▶ What is being asked: Retype every record below exactly as it appears.

Data entries:
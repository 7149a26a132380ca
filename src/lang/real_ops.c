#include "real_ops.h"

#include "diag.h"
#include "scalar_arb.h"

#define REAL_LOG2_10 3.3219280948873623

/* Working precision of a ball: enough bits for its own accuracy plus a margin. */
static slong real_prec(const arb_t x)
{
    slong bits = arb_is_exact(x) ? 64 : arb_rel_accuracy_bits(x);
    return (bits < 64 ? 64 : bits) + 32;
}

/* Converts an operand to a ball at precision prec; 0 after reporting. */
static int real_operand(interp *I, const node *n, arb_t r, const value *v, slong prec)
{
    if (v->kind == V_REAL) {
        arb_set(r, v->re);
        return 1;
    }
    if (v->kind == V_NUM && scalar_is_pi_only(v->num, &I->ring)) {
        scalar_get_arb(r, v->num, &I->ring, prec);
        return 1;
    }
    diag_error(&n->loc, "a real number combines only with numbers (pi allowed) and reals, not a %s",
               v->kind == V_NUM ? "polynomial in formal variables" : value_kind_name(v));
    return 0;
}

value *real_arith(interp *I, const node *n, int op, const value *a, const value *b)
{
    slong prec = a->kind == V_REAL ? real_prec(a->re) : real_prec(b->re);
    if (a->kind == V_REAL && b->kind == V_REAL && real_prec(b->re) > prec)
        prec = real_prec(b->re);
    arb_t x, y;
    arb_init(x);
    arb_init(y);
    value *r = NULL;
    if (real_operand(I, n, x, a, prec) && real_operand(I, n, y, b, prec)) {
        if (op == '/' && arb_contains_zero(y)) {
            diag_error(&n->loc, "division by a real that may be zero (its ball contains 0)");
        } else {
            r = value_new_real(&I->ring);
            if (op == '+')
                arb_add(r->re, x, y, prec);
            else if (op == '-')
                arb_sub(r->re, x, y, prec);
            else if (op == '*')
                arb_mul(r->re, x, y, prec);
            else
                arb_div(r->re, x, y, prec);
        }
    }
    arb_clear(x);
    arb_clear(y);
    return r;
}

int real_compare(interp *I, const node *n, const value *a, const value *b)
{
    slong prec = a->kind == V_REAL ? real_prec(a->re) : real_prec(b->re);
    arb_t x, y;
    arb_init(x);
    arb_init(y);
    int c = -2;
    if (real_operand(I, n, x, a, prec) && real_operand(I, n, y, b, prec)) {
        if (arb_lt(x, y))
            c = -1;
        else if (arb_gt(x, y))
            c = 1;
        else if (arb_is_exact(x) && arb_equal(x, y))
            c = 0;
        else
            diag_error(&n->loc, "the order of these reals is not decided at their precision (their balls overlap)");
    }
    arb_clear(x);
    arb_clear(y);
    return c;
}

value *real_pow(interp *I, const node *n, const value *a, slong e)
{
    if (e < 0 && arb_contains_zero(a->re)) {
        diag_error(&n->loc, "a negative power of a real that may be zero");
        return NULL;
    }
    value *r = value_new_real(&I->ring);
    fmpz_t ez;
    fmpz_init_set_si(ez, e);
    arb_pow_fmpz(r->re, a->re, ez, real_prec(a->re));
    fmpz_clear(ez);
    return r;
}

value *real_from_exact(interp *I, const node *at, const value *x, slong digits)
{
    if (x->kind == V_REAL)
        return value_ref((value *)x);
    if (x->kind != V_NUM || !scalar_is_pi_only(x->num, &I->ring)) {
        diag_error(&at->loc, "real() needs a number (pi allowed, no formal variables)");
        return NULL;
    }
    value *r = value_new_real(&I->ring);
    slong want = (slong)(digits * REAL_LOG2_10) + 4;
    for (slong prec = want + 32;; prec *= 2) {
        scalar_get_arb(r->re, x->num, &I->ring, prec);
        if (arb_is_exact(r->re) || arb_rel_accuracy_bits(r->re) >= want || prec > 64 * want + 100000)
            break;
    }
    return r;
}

▶ Result:
repository 7149a26a132380ca
filename src/lang/real_ops.c
#include "real_ops.h"

#include "diag.h"
#include "scalar_arb.h"

#define REAL_LOG2_10 3.3219280948873623

/* Working precision of a ball: enough bits for its own accuracy plus a margin. */
static slong real_prec(const arb_t x)
{
    slong bits = arb_is_exact(x) ? 64 : arb_rel_accuracy_bits(x);
    return (bits < 64 ? 64 : bits) + 32;
}

/* Converts an operand to a ball at precision prec; 0 after reporting. */
static int real_operand(interp *I, const node *n, arb_t r, const value *v, slong prec)
{
    if (v->kind == V_REAL) {
        arb_set(r, v->re);
        return 1;
    }
    if (v->kind == V_NUM && scalar_is_pi_only(v->num, &I->ring)) {
        scalar_get_arb(r, v->num, &I->ring, prec);
        return 1;
    }
    diag_error(&n->loc, "a real number combines only with numbers (pi allowed) and reals, not a %s",
               v->kind == V_NUM ? "polynomial in formal variables" : value_kind_name(v));
    return 0;
}

value *real_arith(interp *I, const node *n, int op, const value *a, const value *b)
{
    slong prec = a->kind == V_REAL ? real_prec(a->re) : real_prec(b->re);
    if (a->kind == V_REAL && b->kind == V_REAL && real_prec(b->re) > prec)
        prec = real_prec(b->re);
    arb_t x, y;
    arb_init(x);
    arb_init(y);
    value *r = NULL;
    if (real_operand(I, n, x, a, prec) && real_operand(I, n, y, b, prec)) {
        if (op == '/' && arb_contains_zero(y)) {
            diag_error(&n->loc, "division by a real that may be zero (its ball contains 0)");
        } else {
            r = value_new_real(&I->ring);
            if (op == '+')
                arb_add(r->re, x, y, prec);
            else if (op == '-')
                arb_sub(r->re, x, y, prec);
            else if (op == '*')
                arb_mul(r->re, x, y, prec);
            else
                arb_div(r->re, x, y, prec);
        }
    }
    arb_clear(x);
    arb_clear(y);
    return r;
}

int real_compare(interp *I, const node *n, const value *a, const value *b)
{
    slong prec = a->kind == V_REAL ? real_prec(a->re) : real_prec(b->re);
    arb_t x, y;
    arb_init(x);
    arb_init(y);
    int c = -2;
    if (real_operand(I, n, x, a, prec) && real_operand(I, n, y, b, prec)) {
        if (arb_lt(x, y))
            c = -1;
        else if (arb_gt(x, y))
            c = 1;
        else if (arb_is_exact(x) && arb_equal(x, y))
            c = 0;
        else
            diag_error(&n->loc, "the order of these reals is not decided at their precision (their balls overlap)");
    }
    arb_clear(x);
    arb_clear(y);
    return c;
}

value *real_pow(interp *I, const node *n, const value *a, slong e)
{
    if (e < 0 && arb_contains_zero(a->re)) {
        diag_error(&n->loc, "a negative power of a real that may be zero");
        return NULL;
    }
    value *r = value_new_real(&I->ring);
    fmpz_t ez;
    fmpz_init_set_si(ez, e);
    arb_pow_fmpz(r->re, a->re, ez, real_prec(a->re));
    fmpz_clear(ez);
    return r;
}

value *real_from_exact(interp *I, const node *at, const value *x, slong digits)
{
    if (x->kind == V_REAL)
        return value_ref((value *)x);
    if (x->kind != V_NUM || !scalar_is_pi_only(x->num, &I->ring)) {
        diag_error(&at->loc, "real() needs a number (pi allowed, no formal variables)");
        return NULL;
    }
    value *r = value_new_real(&I->ring);
    slong want = (slong)(digits * REAL_LOG2_10) + 4;
    for (slong prec = want + 32;; prec *= 2) {
        scalar_get_arb(r->re, x->num, &I->ring, prec);
        if (arb_is_exact(r->re) || arb_rel_accuracy_bits(r->re) >= want || prec > 64 * want + 100000)
            break;
    }
    return r;
}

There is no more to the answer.